## [TASK INSTRUCTIONS]
Lines after the one containing "version and listed" are to be omitted; print exactly each line from the start of the records up to and including it.

## [SUPPLIED DATA]
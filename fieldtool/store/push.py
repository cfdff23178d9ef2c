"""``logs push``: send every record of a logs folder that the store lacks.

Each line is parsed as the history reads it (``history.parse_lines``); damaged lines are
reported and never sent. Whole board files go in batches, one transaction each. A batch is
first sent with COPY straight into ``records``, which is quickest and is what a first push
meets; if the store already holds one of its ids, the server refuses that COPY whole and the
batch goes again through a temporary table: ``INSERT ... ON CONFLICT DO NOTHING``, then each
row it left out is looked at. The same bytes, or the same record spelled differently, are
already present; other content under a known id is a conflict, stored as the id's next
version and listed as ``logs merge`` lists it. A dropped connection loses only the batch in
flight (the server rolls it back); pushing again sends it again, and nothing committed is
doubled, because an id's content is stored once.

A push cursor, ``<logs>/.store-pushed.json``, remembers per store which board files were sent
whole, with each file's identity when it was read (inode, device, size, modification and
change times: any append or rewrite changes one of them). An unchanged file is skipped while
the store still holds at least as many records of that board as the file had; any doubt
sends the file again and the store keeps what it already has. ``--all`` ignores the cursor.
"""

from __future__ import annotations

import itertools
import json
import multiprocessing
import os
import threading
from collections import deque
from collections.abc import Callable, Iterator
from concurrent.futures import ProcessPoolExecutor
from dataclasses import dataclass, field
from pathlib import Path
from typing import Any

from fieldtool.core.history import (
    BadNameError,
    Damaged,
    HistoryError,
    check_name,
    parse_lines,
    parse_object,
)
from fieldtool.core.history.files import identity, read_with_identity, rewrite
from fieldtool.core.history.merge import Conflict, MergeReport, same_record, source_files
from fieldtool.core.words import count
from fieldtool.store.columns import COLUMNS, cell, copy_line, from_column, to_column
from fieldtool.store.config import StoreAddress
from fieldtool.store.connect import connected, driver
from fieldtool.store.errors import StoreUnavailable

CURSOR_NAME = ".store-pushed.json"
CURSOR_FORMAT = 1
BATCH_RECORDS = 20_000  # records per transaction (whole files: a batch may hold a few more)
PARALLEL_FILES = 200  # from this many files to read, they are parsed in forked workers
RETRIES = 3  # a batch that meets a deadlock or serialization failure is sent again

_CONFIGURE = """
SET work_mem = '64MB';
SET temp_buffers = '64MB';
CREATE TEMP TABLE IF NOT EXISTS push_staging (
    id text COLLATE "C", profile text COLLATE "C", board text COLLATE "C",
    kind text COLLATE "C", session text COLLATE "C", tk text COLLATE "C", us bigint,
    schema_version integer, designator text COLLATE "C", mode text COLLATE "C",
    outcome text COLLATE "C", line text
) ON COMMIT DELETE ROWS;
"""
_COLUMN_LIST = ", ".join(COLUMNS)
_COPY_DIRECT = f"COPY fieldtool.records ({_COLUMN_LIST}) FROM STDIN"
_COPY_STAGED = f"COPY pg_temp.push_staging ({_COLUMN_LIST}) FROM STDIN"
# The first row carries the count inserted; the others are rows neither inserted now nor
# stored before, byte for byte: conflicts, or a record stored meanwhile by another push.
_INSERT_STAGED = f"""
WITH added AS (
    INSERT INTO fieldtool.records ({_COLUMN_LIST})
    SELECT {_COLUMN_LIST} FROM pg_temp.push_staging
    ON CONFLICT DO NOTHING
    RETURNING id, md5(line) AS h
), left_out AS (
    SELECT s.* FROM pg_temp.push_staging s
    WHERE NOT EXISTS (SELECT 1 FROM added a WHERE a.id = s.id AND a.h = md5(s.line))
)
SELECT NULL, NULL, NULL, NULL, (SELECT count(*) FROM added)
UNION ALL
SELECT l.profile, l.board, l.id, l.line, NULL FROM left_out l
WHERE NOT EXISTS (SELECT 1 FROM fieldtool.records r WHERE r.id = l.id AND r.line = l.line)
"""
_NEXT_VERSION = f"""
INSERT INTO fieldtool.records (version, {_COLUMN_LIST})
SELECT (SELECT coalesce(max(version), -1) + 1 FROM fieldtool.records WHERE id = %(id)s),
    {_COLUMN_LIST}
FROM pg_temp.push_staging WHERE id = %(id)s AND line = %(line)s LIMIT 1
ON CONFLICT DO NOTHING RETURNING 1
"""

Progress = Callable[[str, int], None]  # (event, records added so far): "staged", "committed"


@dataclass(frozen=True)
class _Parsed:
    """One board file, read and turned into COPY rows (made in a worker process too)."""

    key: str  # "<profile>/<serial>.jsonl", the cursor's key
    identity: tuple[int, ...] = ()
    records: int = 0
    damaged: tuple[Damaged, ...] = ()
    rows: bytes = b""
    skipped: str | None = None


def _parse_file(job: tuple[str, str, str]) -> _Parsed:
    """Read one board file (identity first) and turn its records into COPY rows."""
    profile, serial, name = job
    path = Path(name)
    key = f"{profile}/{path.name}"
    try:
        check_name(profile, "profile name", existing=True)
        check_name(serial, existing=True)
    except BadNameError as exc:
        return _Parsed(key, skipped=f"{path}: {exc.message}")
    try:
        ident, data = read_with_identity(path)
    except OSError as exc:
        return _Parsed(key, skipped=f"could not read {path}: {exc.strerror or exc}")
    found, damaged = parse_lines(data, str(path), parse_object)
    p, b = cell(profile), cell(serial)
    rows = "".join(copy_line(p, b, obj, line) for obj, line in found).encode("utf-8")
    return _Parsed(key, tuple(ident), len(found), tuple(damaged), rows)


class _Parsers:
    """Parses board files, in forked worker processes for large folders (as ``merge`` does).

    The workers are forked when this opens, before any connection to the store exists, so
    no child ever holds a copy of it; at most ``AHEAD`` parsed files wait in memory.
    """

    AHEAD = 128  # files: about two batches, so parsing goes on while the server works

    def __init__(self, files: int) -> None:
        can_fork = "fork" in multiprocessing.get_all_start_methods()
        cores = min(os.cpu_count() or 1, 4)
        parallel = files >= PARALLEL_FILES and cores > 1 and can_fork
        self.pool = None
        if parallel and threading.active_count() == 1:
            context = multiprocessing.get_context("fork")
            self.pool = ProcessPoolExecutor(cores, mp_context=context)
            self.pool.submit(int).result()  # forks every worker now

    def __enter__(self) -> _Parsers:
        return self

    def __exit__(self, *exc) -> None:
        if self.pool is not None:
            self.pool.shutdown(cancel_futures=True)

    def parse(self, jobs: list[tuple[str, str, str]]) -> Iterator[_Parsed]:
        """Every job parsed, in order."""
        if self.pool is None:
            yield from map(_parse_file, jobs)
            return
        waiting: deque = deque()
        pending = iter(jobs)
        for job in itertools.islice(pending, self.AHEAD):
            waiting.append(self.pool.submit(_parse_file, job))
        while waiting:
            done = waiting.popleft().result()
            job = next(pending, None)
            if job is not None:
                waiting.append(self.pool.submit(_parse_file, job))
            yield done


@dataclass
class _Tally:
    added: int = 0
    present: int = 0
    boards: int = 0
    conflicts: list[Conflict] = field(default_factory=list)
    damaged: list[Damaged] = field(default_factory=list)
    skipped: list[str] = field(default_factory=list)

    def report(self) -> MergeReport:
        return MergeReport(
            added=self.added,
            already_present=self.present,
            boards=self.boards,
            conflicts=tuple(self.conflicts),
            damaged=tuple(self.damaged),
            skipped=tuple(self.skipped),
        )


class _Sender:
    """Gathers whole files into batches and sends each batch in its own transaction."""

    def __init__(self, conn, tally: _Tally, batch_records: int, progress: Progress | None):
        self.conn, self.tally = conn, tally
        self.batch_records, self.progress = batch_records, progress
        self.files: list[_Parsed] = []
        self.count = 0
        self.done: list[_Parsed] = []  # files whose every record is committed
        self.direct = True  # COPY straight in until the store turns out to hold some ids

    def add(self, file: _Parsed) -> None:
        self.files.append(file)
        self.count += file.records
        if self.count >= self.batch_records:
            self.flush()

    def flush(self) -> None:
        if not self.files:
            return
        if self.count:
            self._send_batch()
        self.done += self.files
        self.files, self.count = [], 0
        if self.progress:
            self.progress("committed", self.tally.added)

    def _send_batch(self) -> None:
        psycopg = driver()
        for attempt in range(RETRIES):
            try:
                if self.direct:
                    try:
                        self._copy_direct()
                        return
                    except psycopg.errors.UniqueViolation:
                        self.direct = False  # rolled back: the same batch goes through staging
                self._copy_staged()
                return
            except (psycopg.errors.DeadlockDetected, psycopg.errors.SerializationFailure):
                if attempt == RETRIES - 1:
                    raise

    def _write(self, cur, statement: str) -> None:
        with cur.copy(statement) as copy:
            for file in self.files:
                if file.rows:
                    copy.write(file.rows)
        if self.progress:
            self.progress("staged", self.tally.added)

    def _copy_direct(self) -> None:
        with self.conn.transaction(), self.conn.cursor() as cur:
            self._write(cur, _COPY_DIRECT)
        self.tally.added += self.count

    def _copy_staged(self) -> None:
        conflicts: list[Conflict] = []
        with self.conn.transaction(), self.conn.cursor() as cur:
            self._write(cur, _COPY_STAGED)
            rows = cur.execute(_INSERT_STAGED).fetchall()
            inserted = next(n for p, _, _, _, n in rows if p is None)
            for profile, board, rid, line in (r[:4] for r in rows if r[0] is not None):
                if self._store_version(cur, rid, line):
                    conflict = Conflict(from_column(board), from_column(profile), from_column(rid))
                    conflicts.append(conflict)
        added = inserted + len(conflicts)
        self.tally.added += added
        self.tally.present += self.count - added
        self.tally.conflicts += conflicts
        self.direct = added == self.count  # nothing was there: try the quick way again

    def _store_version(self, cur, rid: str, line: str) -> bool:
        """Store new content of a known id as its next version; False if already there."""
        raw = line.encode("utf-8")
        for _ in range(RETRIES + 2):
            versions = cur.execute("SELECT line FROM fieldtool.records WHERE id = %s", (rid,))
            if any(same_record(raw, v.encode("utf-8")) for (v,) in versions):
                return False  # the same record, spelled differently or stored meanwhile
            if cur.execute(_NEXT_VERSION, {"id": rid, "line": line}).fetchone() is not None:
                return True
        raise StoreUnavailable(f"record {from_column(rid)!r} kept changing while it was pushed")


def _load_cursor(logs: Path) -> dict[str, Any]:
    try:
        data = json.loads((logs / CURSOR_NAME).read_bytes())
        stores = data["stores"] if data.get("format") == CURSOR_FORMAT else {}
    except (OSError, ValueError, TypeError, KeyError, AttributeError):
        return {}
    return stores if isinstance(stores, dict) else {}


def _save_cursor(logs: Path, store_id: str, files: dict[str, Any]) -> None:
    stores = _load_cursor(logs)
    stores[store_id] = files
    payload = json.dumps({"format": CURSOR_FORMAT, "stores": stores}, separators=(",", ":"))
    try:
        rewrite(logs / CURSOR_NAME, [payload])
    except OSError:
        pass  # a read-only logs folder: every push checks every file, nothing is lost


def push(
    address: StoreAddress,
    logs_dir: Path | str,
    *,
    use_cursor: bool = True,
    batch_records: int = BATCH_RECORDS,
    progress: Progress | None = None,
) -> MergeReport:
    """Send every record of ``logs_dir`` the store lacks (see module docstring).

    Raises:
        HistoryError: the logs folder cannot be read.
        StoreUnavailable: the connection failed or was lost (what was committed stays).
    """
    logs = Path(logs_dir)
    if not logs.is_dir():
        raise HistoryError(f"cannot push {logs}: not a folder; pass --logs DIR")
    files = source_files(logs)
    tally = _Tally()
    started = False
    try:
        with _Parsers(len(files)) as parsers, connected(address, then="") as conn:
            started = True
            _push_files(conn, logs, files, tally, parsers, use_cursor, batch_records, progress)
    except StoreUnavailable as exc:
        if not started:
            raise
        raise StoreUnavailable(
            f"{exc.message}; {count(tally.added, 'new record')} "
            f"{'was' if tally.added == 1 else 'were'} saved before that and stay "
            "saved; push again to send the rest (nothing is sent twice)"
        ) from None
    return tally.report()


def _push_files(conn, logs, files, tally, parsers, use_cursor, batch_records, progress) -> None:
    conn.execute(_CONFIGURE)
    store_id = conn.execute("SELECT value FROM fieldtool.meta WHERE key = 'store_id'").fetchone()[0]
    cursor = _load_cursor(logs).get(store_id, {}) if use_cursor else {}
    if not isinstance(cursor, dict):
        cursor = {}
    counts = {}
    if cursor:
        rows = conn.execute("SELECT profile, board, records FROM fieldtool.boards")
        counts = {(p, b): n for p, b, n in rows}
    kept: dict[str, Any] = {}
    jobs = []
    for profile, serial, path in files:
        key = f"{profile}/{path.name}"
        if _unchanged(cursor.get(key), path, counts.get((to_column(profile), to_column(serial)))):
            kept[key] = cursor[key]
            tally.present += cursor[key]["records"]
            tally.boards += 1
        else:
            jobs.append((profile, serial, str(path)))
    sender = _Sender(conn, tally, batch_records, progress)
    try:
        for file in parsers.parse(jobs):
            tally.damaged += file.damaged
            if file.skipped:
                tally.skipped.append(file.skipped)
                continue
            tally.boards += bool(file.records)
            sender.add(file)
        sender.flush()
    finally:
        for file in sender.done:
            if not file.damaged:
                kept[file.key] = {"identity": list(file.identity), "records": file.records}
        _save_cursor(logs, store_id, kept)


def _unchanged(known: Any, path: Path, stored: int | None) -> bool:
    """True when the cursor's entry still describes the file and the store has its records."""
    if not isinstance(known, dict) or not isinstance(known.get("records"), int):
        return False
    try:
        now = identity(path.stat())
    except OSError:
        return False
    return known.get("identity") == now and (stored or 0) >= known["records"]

## [TASK ANSWER]
filename fieldtool/store/push.py
repository cfdff23178d9ef2c
"""``logs push``: send every record of a logs folder that the store lacks.

Each line is parsed as the history reads it (``history.parse_lines``); damaged lines are
reported and never sent. Whole board files go in batches, one transaction each. A batch is
first sent with COPY straight into ``records``, which is quickest and is what a first push
meets; if the store already holds one of its ids, the server refuses that COPY whole and the
batch goes again through a temporary table: ``INSERT ... ON CONFLICT DO NOTHING``, then each
row it left out is looked at. The same bytes, or the same record spelled differently, are
already present; other content under a known id is a conflict, stored as the id's next
version and listed as ``logs merge`` lists it. A dropped connection loses only the batch in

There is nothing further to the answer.